When an earnest thread on Facebook emerged asking for good work by contemporary poets, I responded by paraphrasing the Woolf quote above. When the friend who started it asked me for recommendations, I came up with a list of favorites and highlighted what might be a best fit, only to have A Random Dude respond that Bob Dylan and Tom Waits were better than any contemporary “self-identified” poets. (Please insert eyeroll here and also a note that I am pretty sure Bob Dylan would lose it if he could no longer walk out to the “Poet Laureate of Rock and Roll” introduction you know he approved.) This annoyed me, but also gave me a good laugh, because clearly Random Dude, according to Woolf, who has earned more of my trust, might say he just longs for how Dylan and Waits were able to make him feel a long time ago.
With respect to Dylan and Waits, many of us can only keep our dead poets alive in our hearts. It’s what brings us such magical imaginings as Mary Ruefle’s “My Emily Dickinson.” It’s why some poets (asininely) opine about dying young, like Keats, or part of why Plath skyrocketed to fame quicker than some of her contemporaries. (Dead longer.) And it’s why those of us poets who still count ourselves among the living are awful cagey about the subject. “We’re working here!”: a rough translation of so many Twitter posts and essays on the non-death of poetry. The dead poets are rich compost people can use to make their daily lives flower and give fruit; us living sods’ works are the pile of eggshells, mown grass, and aromatic vegetables left in the back of the fridge too long, waiting to help. One’s a tool; one’s an eyesore that will someday be a tool. (And if you love Dylan, which, ugh, I do, you’ll know his “folk process” often involves churning up the words of obscure dead poets in his own lyrics, only to be called a poet while he’s living.)
Maybe it’s unfair that readers ask death of us to consider our poems as ones that have “passed the test of time.” But so it is. It’s nice to be a martyr.
As a modern (lowercase m) poet myself, I can even feel this way about my own work. Longing for old writing styles of when I felt or perceived differently—almost as if by another person. Often, poets at readings will say something like, “Many poets will tell you their new work is their favorite; I am no exception.” I guess I am an exception. Which I’m recognizing especially now as I begin work that is not for my debut collection, Rodeo in Reverse.
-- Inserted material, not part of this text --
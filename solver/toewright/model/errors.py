"""The one kind of error that means: the input is at fault, and here is what to do."""

from __future__ import annotations


class InputError(ValueError):
    """Bad input. The message is one clear sentence that names file, key, value and remedy."""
I’m suspicious of new work; sure, loveable maybe, the sounds it makes especially, but I long to do work as good as my old work—and sometimes worry I won’t.
Yes, I worry I peaked at 17 when I wrote a sexy villanelle about hooking up in a car that inverted lines about volume, wheel, up, down; the lines were short—two or three words apiece maybe? My teacher, a favorite, not an effusive praiser, read it out loud to the junior class, which made me elated—my poem was good and maybe the junior class would not think I was a virgin. To me, it’d felt important not to seem like a virgin but also to try and be one then.
Been chasing the ghost of that poem, which is lost to floppy disk and trash heap, for years since.
And if nostalgic for my own past work, one might imagine the case for others’.
Maybe 5 years ago I read an essay on the internet that argued every book you read before age 25 affects you more deeply than those that come after. This is an unfortunate view. I’m not far enough out from 25 to a- or disa-gree, but I wonder how many people are able to read many books after age 25, by which time career and family and responsibilities are likely to be settling in.
I count myself among the lucky few and look at each blank page, each new title askance—in suspicion and flirtation. Who knows? This might be the one I’m looking for. If not, it still does its work in the compost pile.
Besides, dead poets have everything going for them but life, which is a great advantage. Whatever you make today will be old in no time.